In the 1979 U.S. Book of Common Prayer the contemporary version of this collect is this:

O God, you declare your almighty power
chiefly in showing mercy and pity:
Grant us the fullness of your grace,
that we, running to obtain your promises,
may become partakers of your heavenly treasure.

The 1998 Sacramentary also has original English texts connected to the three-year lectionary of Scripture readings. The readings for 26A are about the fairness of God’s judgment when people turn from sin (Ez 18:25-28) and the two sons who do and do not labor in the father’s vineyard (Mt 21:28-32). The Revised Common Lectionary, if you take the optional first reading, are the same except a longer passage is selected for both Ezekiel and Matthew.

Here is the 1998 Opening Prayer for 26A:

O God,
you alone judge rightly
and search the depths of the heart.
Make us swift to do your will
and slow to judge our neighbor,
that we may walk with those
who follow the way of repentance and faith
and so enter your heavenly kingdom.

Pope Francis recently returned authority largely to bishops’ conferences for translations, although it remains unclear whether the translation guidelines of Liturgiam authenticam remain in effect for Rome to give its confirmatio at the end of the process. Read Pray Tell’s report here:

Rita Ferrone, “Pope Francis’s Motu Proprio on Translation.”

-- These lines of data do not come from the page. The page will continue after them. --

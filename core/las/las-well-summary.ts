import { findHeaderItem, type LasSection, type LasWarning, type LasWellSummary } from "./las-document.js";
import type { LasNumberItem } from "./las-index-check.js";
import { parseLasNumber } from "./las-number.js";

const NUMERIC_ITEMS = ["STRT", "STOP", "STEP", "NULL"] as const;
type NumericItem = (typeof NUMERIC_ITEMS)[number];

/**
 * The `~Well` items every LAS 2.0 file must have (CWLS LAS 2.0, Appendix 1 Part 4, ~W), with STRT,
 * STOP, STEP and NULL read as numbers. An absent or unreadable number is a warning, never an error.
 */
export const summariseWell = (
  sections: readonly LasSection[],
): { well: LasWellSummary; numbers: Record<NumericItem, LasNumberItem>; warnings: LasWarning[] } => {
  const document = { sections };
  const wellSection = sections.find((section) => section.kind === "well");
  const sectionLine = wellSection?.line ?? 1;
  const warnings: LasWarning[] = [];
  if (wellSection === undefined) warnings.push({ line: 1, message: "the file has no ~Well section" });

  const numbers = {} as Record<NumericItem, LasNumberItem>;
  for (const mnemonic of NUMERIC_ITEMS) {
    const item = findHeaderItem(document, "well", mnemonic);
    const value = item === undefined ? undefined : parseLasNumber(item.value);
    numbers[mnemonic] = { value, line: item?.line ?? sectionLine };
    if (wellSection !== undefined && item === undefined) {
      warnings.push({ line: sectionLine, message: `~Well has no ${mnemonic} item` });
    } else if (item !== undefined && value === undefined) {
      warnings.push({ line: item.line, message: `${mnemonic} ${JSON.stringify(item.value)} is not a number; ignored` });
    }
  }

  const text = (...mnemonics: string[]): string | undefined => {
    for (const mnemonic of mnemonics) {
      const value = findHeaderItem(document, "well", mnemonic)?.value;
      if (value !== undefined && value !== "") return value;
    }
    return undefined;
  };

  const well: LasWellSummary = {
    startIndex: numbers.STRT.value,
    stopIndex: numbers.STOP.value,
    step: numbers.STEP.value,
    indexUnit: findHeaderItem(document, "well", "STRT")?.unit ?? "",
    nullValue: numbers.NULL.value,
    wellName: text("WELL"),
    company: text("COMP"),
    field: text("FLD"),
    location: text("LOC"),
    serviceCompany: text("SRVC"),
    date: text("DATE"),
    uniqueWellId: text("UWI", "API"),
  };
  return { well, numbers, warnings };
};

For some background on translation theory, here is a post Pray Tell ran from translation expert Anthony Pym: “Academic Justification for Liturgiam Authenticam?

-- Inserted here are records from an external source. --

import { WellFileError } from "../well-file-error.js";
import { USUAL_NULL_VALUE, type CurveInfo } from "../well-table.js";
import { curvesFromItems } from "./las-curves.js";
import { createLasDataReader, type LasDataReader } from "./las-data-reader.js";
import {
  isItemSection,
  type LasDocument,
  type LasHeaderItem,
  type LasItemSection,
  type LasSection,
  type LasWarning,
} from "./las-document.js";
import { parseLasHeaderLine } from "./las-header-line.js";
import { createIndexCheck, type LasIndexCheck } from "./las-index-check.js";
import { recoverLegacyWellItem } from "./las-legacy-well-item.js";
import { summariseWell } from "./las-well-summary.js";
import { createLineSplitter } from "./text-line-splitter.js";

/** What a streaming reader knows once `~A` begins: the header sections and the curves they describe. */
export interface LasHeaderView {
  sections: LasSection[];
  curves: CurveInfo[];
  /** `~Well` NULL, when the file gives one. */
  nullValue: number | undefined;
  /** What the header's reading noticed, by line (the data's own warnings, such as the index checks, come with `end`). */
  warnings: readonly LasWarning[];
}

export interface LasReader {
  /** Reads the next piece of the text; pieces may split a line or a number anywhere. */
  push(chunk: string): void;
  /** The header, once the text has reached `~A`; undefined before. */
  header(): LasHeaderView | undefined;
  /**
   * Removes and returns the complete samples read so far, one array per curve (empty before `~A`), so that a
   * caller can convert a file of any length batch by batch; `end` then holds only the samples not yet taken.
   */
  takeRows(): Float64Array[];
  /** Reads the end of the text and returns the document; throws `WellFileError` when the file cannot be read. */
  end(): LasDocument;
}

export interface LasReaderOptions {
  /** The value marking an absent sample when the caller overrides the file's NULL (a request's null value). */
  nullValue?: number;
}

/** Only the first letter after the tilde names a section (CWLS LAS 2.0, Appendix 1 Part 3, "~"). */
const SECTION_KINDS: Record<string, LasSection["kind"]> = {
  V: "version",
  W: "well",
  C: "curve",
  P: "parameter",
  O: "other",
  A: "data",
};

const curveItemsOf = (sections: readonly LasSection[]): LasHeaderItem[] =>
  sections.flatMap((section) => (isItemSection(section) && section.kind === "curve" ? section.items : []));

const firstNonBlank = (text: string): number => {
  let i = 0;
  while (i < text.length && (text[i] === " " || text[i] === "\t")) i++;
  return i;
};

/**
 * Reads a LAS 1.2 or 2.0 file handed over in chunks. Header lines are kept; samples go straight
 * into one Float64Array per curve, so the whole text is never held.
 */
export const createLasReader = (options: LasReaderOptions = {}): LasReader => {
  const sections: LasSection[] = [];
  const warnings: LasWarning[] = [];
  let current: LasSection | undefined;
  let version: { value: string; major: number } | undefined;
  let wrapped: boolean | undefined;
  let data: { reader: LasDataReader; indexCheck: LasIndexCheck; line: number; header: LasHeaderView; samples: number } | undefined;
  const legacyItems: LasHeaderItem[] = [];
  let sawReplacementCharacter = false;
  let lastLine = 0;

  const versionItem = (item: LasHeaderItem): void => {
    const mnemonic = item.mnemonic.toUpperCase();
    if (mnemonic === "VERS") {
      const major = Math.trunc(Number.parseFloat(item.value));
      if (major === 3) {
        throw new WellFileError(
          "las_version_3_unsupported",
          `VERS ${item.value}: LAS 3.0 is not supported; convert the file to LAS 2.0`,
          item.line,
        );
      }
      if (major !== 1 && major !== 2) {
        warnings.push({ line: item.line, message: `VERS ${JSON.stringify(item.value)} is not a LAS version this reader knows; read as LAS 2.0` });
      }
      version = { value: item.value, major };
    } else if (mnemonic === "WRAP") {
      const answer = item.value.toUpperCase();
      wrapped = answer.startsWith("Y");
      if (answer !== "YES" && answer !== "NO") {
        warnings.push({ line: item.line, message: `WRAP ${JSON.stringify(item.value)} is neither YES nor NO; read as ${wrapped ? "YES" : "NO"}` });
      }
    }
  };

  const headerItem = (section: LasItemSection, text: string, line: number): void => {
    const parsed = parseLasHeaderLine(text, line);
    if (parsed === undefined) {
      if (section.kind === "curve") {
        throw new WellFileError("las_bad_curve_line", `${JSON.stringify(text.trim())} in ~Curve is not a MNEM.UNIT VALUE : DESCRIPTION line`, line);
      }
      warnings.push({ line, message: `${JSON.stringify(text.trim())} is not a MNEM.UNIT VALUE : DESCRIPTION line; ignored` });
      return;
    }
    let item = parsed;
    if (section.kind === "version") versionItem(item);
    if (section.kind === "well" && version?.major === 1) {
      const recovered = recoverLegacyWellItem(item);
      if (recovered !== undefined) {
        legacyItems.push(item);
        item = recovered;
      }
    }
    section.items.push(item);
  };

  const legacyWarnings = (): LasWarning[] =>
    legacyItems.length === 0
      ? []
      : [
          {
            line: legacyItems[0].line,
            message: `LAS 1.2 value/description swap detected in ~Well (${legacyItems.map((item) => item.mnemonic).join(", ")}): values taken from after the colon`,
          },
        ];

  const beginData = (line: number): void => {
    const curveCount = curveItemsOf(sections).length;
    if (curveCount === 0) {
      throw new WellFileError("las_no_curves", "~A begins but no ~Curve section describes any curve", line);
    }
    const versionLine = sections[0].line;
    if (version === undefined) warnings.push({ line: versionLine, message: "~Version has no VERS item; read as LAS 2.0" });
    if (wrapped === undefined) warnings.push({ line: versionLine, message: "~Version has no WRAP item; read as WRAP NO" });
    const { numbers, well, warnings: wellWarnings } = summariseWell(sections);
    // An absent depth is no depth: the index checks pass it over, as the conversion does.
    const indexCheck = createIndexCheck(numbers.STRT, numbers.STOP, numbers.STEP, options.nullValue ?? well.nullValue ?? USUAL_NULL_VALUE);
    const reader = createLasDataReader({
      curveCount,
      wrapped: wrapped ?? false,
      onSample: (index, sampleLine) => {
        if (data !== undefined) data.samples++;
        indexCheck.sample(index, sampleLine);
      },
      warn: (warningLine, message) => warnings.push({ line: warningLine, message }),
    });
    const { curves, warnings: curveWarnings } = curvesFromItems(curveItemsOf(sections));
    const headerWarnings = [...warnings, ...wellWarnings, ...curveWarnings, ...legacyWarnings()].sort((a, b) => a.line - b.line);
    const header = { sections, curves, nullValue: well.nullValue, warnings: headerWarnings };
    data = { reader, indexCheck, line, header, samples: 0 };
  };

  const startSection = (title: string, line: number): void => {
    const kind = SECTION_KINDS[title.charAt(1).toUpperCase()] ?? "unknown";
    if (sections.length === 0 && kind !== "version") {
      throw new WellFileError("las_missing_version_section", `the file starts with ${title} but a LAS file must start with ~Version`, line);
    }
    const section: LasSection =
      kind === "data"
        ? { kind, title, line }
        : kind === "other" || kind === "unknown"
          ? { kind, title, line, lines: [] }
          : { kind, title, line, items: [] };
    sections.push(section);
    current = section;
    if (kind === "data") beginData(line);
  };

  const dataLine = (reader: LasDataReader, text: string, line: number): void => {
    const start = firstNonBlank(text);
    // Comment lines belong above ~A (CWLS LAS 2.0; from memory): skipping one could drop a sample unseen.
    if (text[start] === "#") {
      throw new WellFileError(
        "las_comment_in_data",
        "a # comment line inside ~A, where LAS 2.0 allows none: delete the line (or restore the sample it comments out), or move the comment above ~A",
        line,
      );
    }
    if (text[start] === "~") {
      throw new WellFileError("las_section_after_data", `${text.trim()} follows ~A, which must be the last section`, line);
    }
    reader.line(text, line);
  };

  const headerLine = (text: string, line: number): void => {
    const trimmed = text.trim();
    if (trimmed === "" || trimmed.startsWith("#")) return;
    if (!sawReplacementCharacter && text.includes("\uFFFD")) {
      sawReplacementCharacter = true;
      warnings.push({ line, message: "the header has bytes that are not valid UTF-8 (shown as \uFFFD); read as they are" });
    }
    if (trimmed.startsWith("~")) return startSection(trimmed, line);
    if (current === undefined) {
      throw new WellFileError("las_missing_version_section", "a LAS file must start with ~Version; this line comes before any section", line);
    }
    if (isItemSection(current)) headerItem(current, text, line);
    else if (current.kind !== "data") current.lines.push({ text: text.trimEnd(), line });
  };

  const splitter = createLineSplitter((text, line) => {
    lastLine = line;
    if (data !== undefined) dataLine(data.reader, text, line);
    else headerLine(text, line);
  });

  const end = (): LasDocument => {
    splitter.end();
    if (sections.length === 0) {
      throw new WellFileError("las_missing_version_section", "the file has no ~Version section (no LAS header at all)", Math.max(lastLine, 1));
    }
    if (data === undefined) {
      throw new WellFileError("las_no_data_section", `the file ends at line ${lastLine} without an ~A section: a header with no samples`, lastLine);
    }
    const { columns, wrapped: dataWrapped } = data.reader.finish();
    const { well, warnings: wellWarnings } = summariseWell(sections);
    const { curves, warnings: curveWarnings } = curvesFromItems(curveItemsOf(sections));
    const allWarnings = [...warnings, ...wellWarnings, ...curveWarnings, ...data.indexCheck.finish(), ...legacyWarnings()];
    if (data.samples === 0) {
      throw new WellFileError("las_no_rows", "the ~A section holds no data rows (a header with no samples): add the samples after ~A", data.line);
    }
    allWarnings.sort((a, b) => a.line - b.line);
    return {
      version: version?.value ?? "2.0",
      wrapped: dataWrapped,
      sections,
      well,
      table: { curves, columns, nullValue: well.nullValue },
      warnings: allWarnings,
    };
  };

  const takeRows = (): Float64Array[] => data?.reader.take() ?? [];

  return { push: splitter.push, header: () => data?.header, takeRows, end };
};

/** Reads a whole LAS text at once (see `createLasReader`). */
export const parseLas = (text: string, options?: LasReaderOptions): LasDocument => {
  const reader = createLasReader(options);
  reader.push(text);
  return reader.end();
};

  1. This is an example of I wouldn’t want to look back to the 1998 as a default referent. The bookending energy to the overflowing of mercy and forgiveness is our running or at least speed walking with urgency; “strive” is, by contrast, pedestrian (pun intended) – more like something from a mission statement. In fact, I suspect the obsession with organizational mission statements (and PowerPoint messaging) in the last dozen years of the last century in the USA taxes or spoiled our poetic voice; let’s look forward, not back.

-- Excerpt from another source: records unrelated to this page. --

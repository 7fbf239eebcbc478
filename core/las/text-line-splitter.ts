export type LineHandler = (text: string, line: number) => void;

export interface LineSplitter {
  push(chunk: string): void;
  /** Hands over the last line (if the text does not end with a line break). */
  end(): void;
}

const BYTE_ORDER_MARK = "\uFEFF";

/**
 * Cuts text arriving in chunks of any size into lines, calling `onLine` with each line (without its
 * break) and its 1-based number. LF, CRLF and a lone CR each end a line, also when a chunk ends
 * between the CR and the LF; a byte-order mark at the very start is dropped.
 */
export const createLineSplitter = (onLine: LineHandler): LineSplitter => {
  let pending = "";
  let lineNumber = 0;
  let atStart = true;
  const emit = (text: string): void => onLine(text, ++lineNumber);

  const push = (chunk: string): void => {
    const scanFrom = Math.max(0, pending.length - 1);
    let text = pending + chunk;
    if (atStart && text.length > 0) {
      atStart = false;
      if (text.startsWith(BYTE_ORDER_MARK)) text = text.slice(1);
    }
    let lineStart = 0;
    for (let i = scanFrom; i < text.length; i++) {
      const char = text.charCodeAt(i);
      if (char === 10) {
        emit(text.slice(lineStart, i));
        lineStart = i + 1;
      } else if (char === 13) {
        if (i + 1 === text.length) break;
        emit(text.slice(lineStart, i));
        if (text.charCodeAt(i + 1) === 10) i++;
        lineStart = i + 1;
      }
    }
    pending = text.slice(lineStart);
  };

  const end = (): void => {
    if (pending.endsWith("\r")) emit(pending.slice(0, -1));
    else if (pending.length > 0) emit(pending);
    pending = "";
  };

  return { push, end };
};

  2. Also for comparison purposes, here is the old ICEL translation (which for those of us in the US who pray the Liturgy of the Hours is still the current translation):

    you show your almighty power
    in your mercy and forgiveness.
    Continue to fill us with your gifts of love.
    Help us to hurry toward the eternal life you promise
    and come to share in the joys of your kingdom.
    Grant this through our Lord…

    This is actually not bad as a translation, inasmuch as it doesn’t over-simplify or eliminate basic ideas in the original, as the old ICEL tended to do.

  3. I’d combine the two: “manifests your omnipotence” has “ni-” in common. I like that 2011 captures the participial forms. 2008 gets the idea of the Latin verb in reference to grace. It’s already there for the baptized, and so it needs to increase. “Multiply” works too. I’m not going to translate the rest for want of time, but I will say that while “good things of heaven” is more literal, “treasures” is more biblical.

  4. In effect there are three translations of this prayer authorized for use: the Liturgy of the Hours (Aust, England and Wales, Ireland etc), the Canadian Sunday Celebration of Word and Hours, and the 2010 Roman Missal.
    By the way, the prayer was one of the few that Thomas Aquinas commented on for its rich theology of mercy (see the work of Innocent Smith)

    In any case, here is the translation from the Liturgy of the Hours (translated in 1974) for use in Australia, England and Wales, Ireland etc.
    you reveal your mighty power
    most of all by your forgiveness and compassion:
    fill us constantly with your grace
    as we hasten to share the joys you have promised us in heaven.